Tribunal hearing reveals extent of construction collusion

The two-day sitting of the competition tribunal hearing revealed the extent of the collusion within the construction sector between 1999 and 2009. (Delwyn Verasamy, M&G)

The two-day sitting of the competition tribunal hearing revealed the extent of the collusion within the construction sector between 1999 and 2009. (Delwyn Verasamy, M&G)

It also revealed many of the mechanisms used by the companies to facilitate the fraud.

The hearings held by the tribunal in Pretoria to decide if it would approve the settlement agreements arrived at through negotiations by the Competition Commission and 15 companies, saw companies revealing how payments were hidden on company books.

It was heard that cover pricing was also common, and the bid rigging, such as the dividing up of the World Cup projects, were also widespread and took place in other projects. Meetings were held between large construction companies around, not only the World Cup stadiums, but road projects in about 2006.

Cover pricing saw companies submitting bids where the prices offered by each company was known to competitors, and this generally happened when the other two bidders did not want the job.

Tender, or "losers" fees were paid to companies for the cost of submitting dummy tenders. These were hidden by a number of companies in their books under "plant hire". It appears that auditors did not query these payments.

In one case, Esorfanki said it had paid out half-a-million rand in fees to two companies for submitting dummy tenders on a project. It placed these expenses under plant hire.

In many cases companies said they paid fees but could not find the evidence of the payments because "it's hard to know how they were recorded in financial statements without knowing the full amount".

Cover pricing
Neil Cloete, chief executive of G Liviero & Son, on Thursday said the cover pricing was “endemic” in the period under review by the tribunal – namely 2006 to 2009.

He was responding to questions from the Tribunal about what action was being taken against an employee who was involved in project that contravened the Competition Act. His response came as justification of why action had not been taken against the manager concerned. "We have taken the view that simple cover pricing was endemic in the construction sector at the time [2006], not only in South Africa but around the world,” Cloete said.

He said the last payment made in this regard by his company was in 2006.

The Competition Commission said cover pricing, even if it was bilateral, meant buyers were still being subjected to distorted pricing.

No action has been taken against any staff, although Murray & Roberts and WBHO have launched investigations, looking into bonuses paid to staff who have been implicated. One company said it was first awaiting the outcome of the tribunal hearings.
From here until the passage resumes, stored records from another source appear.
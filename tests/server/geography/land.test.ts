import { describe, expect, it } from 'vitest'
import { isLand, landMask } from '../../../server/geography/land'

describe('land', () => {
  it('knows land from water on both sides of the world and of the antimeridian', () => {
    const land = [[-8, 52.5], [10, 50], [-60, -10], [134, -25], [-175, 66.5], [177, 67], [179, 71.2], [0, -85], [-179.5, -85], [179.9, -88]]
    const water = [[-12, 52], [-30, 40], [0, 0], [175, 60], [-175, 60], [-179.9, 66.9 - 8], [-170, -60], [0, 89], [179.9, 50]]
    expect(land.filter(([lon = 0, lat = 0]) => !isLand(lon, lat))).toEqual([])
    expect(water.filter(([lon = 0, lat = 0]) => isLand(lon, lat))).toEqual([])
  })

  it('does not care how often the longitude goes round', () => {
    expect(isLand(352, 52.5)).toBe(true)
    expect(isLand(-368, 52.5)).toBe(true)
    expect(isLand(348, 52)).toBe(false)
  })

  it('answers a whole grid as it answers its points, whatever the order of its axes', () => {
    const latitudes = [71.3, 66.2, 53.05, 52.1, -16.5, -85]
    const longitudes = [350, 352.5, 355, 179.95, 180.05, -175, -10.2]
    const mask = landMask(latitudes, longitudes)
    const points = latitudes.flatMap((lat) => longitudes.map((lon) => (isLand(lon, lat) ? 1 : 0)))
    expect([...mask]).toEqual(points)
    expect(mask.some((cell) => cell === 1)).toBe(true)
    expect(mask.some((cell) => cell === 0)).toBe(true)
  })

  it('covers the share of the globe that is land', () => {
    const latitudes = Array.from({ length: 180 }, (_, i) => -89.5 + i)
    const longitudes = Array.from({ length: 360 }, (_, i) => -179.5 + i)
    const mask = landMask(latitudes, longitudes)
    let land = 0
    let all = 0
    latitudes.forEach((lat, row) => {
      const weight = Math.cos((lat * Math.PI) / 180)
      longitudes.forEach((_, column) => {
        all += weight
        land += weight * (mask[row * 360 + column] ?? 0)
      })
    })
    // Land with Antarctica's ice is 29.2 % of the Earth (149 of 510 million km2).
    expect(land / all).toBeGreaterThan(0.28)
    expect(land / all).toBeLessThan(0.3)
  })
})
The tribunal chairperson Norman Manoim began to smile wryly after two days of being told by company after company that the staff involved in the Competition Act contraventions had retired or moved to the opposition, making action against guilty staff impossible. Manoim repeatedly asked the question: “Have you taken action against the staff member responsible for the project."

“Are they all gone? Is there no one left?,” he asked one company representative eventually.

In two cases, companies said a staff member involved in a project, found to be in contravention of the Act, was still employed, but “had no authority to sign off contracts” but were still advising on projects.

Calculations
The Competition Commission, in painstaking detail, broke the calculations that led to imposed administrative fee of almost R1.5-billion. It's important to note that the fees came, not from each company’s annual profits for 2010, but from the divisions in which the contravention took place – usually civil engineering and the general building divisions.

Manoim’s question about whether companies had not engaged in collusive behaviour by bidding for projects when they did not have the capacity, went unanswered.

Rumdel Construction did say there was concern that if a project did not get three bidder, it would not go forward, which is why Rumdel and other construction companies sometimes tendered for projects they did not want – just to make up the numbers.

When the tribunal asked why clients were not informed that companies did not have the capacity, one company representative said in hindsight, they should have approached government and clients to inform them of this.

Louwtjie Nel, chief executive of WBHO, said companies had not benefitted from the collusion as the public perceived. "Prices were not as severely inflated as is being reported in public. If they had been the margins would not be where they are today," he said.

All the companies apologised for their actions between 2006 and 2009, and in terms of an agreement with the Competition Commission, were taking steps to improve staff education and internal processes.

In a lighter moments, one company representative was describing this period as “one of the bleakest in the company’s history” when the lights went out briefly. Manoim responded that things couldn’t be any bleaker than that.

The companies issued with fines are Aveng, Basil Read, Esorfranki, G Liviero, Giuricich, Haw & Inglis, Hochtief, Murray & Roberts, Norvo, Raubex, Rumdel, Stefanutti Stocks, Tubular, WBHO and Vlaming.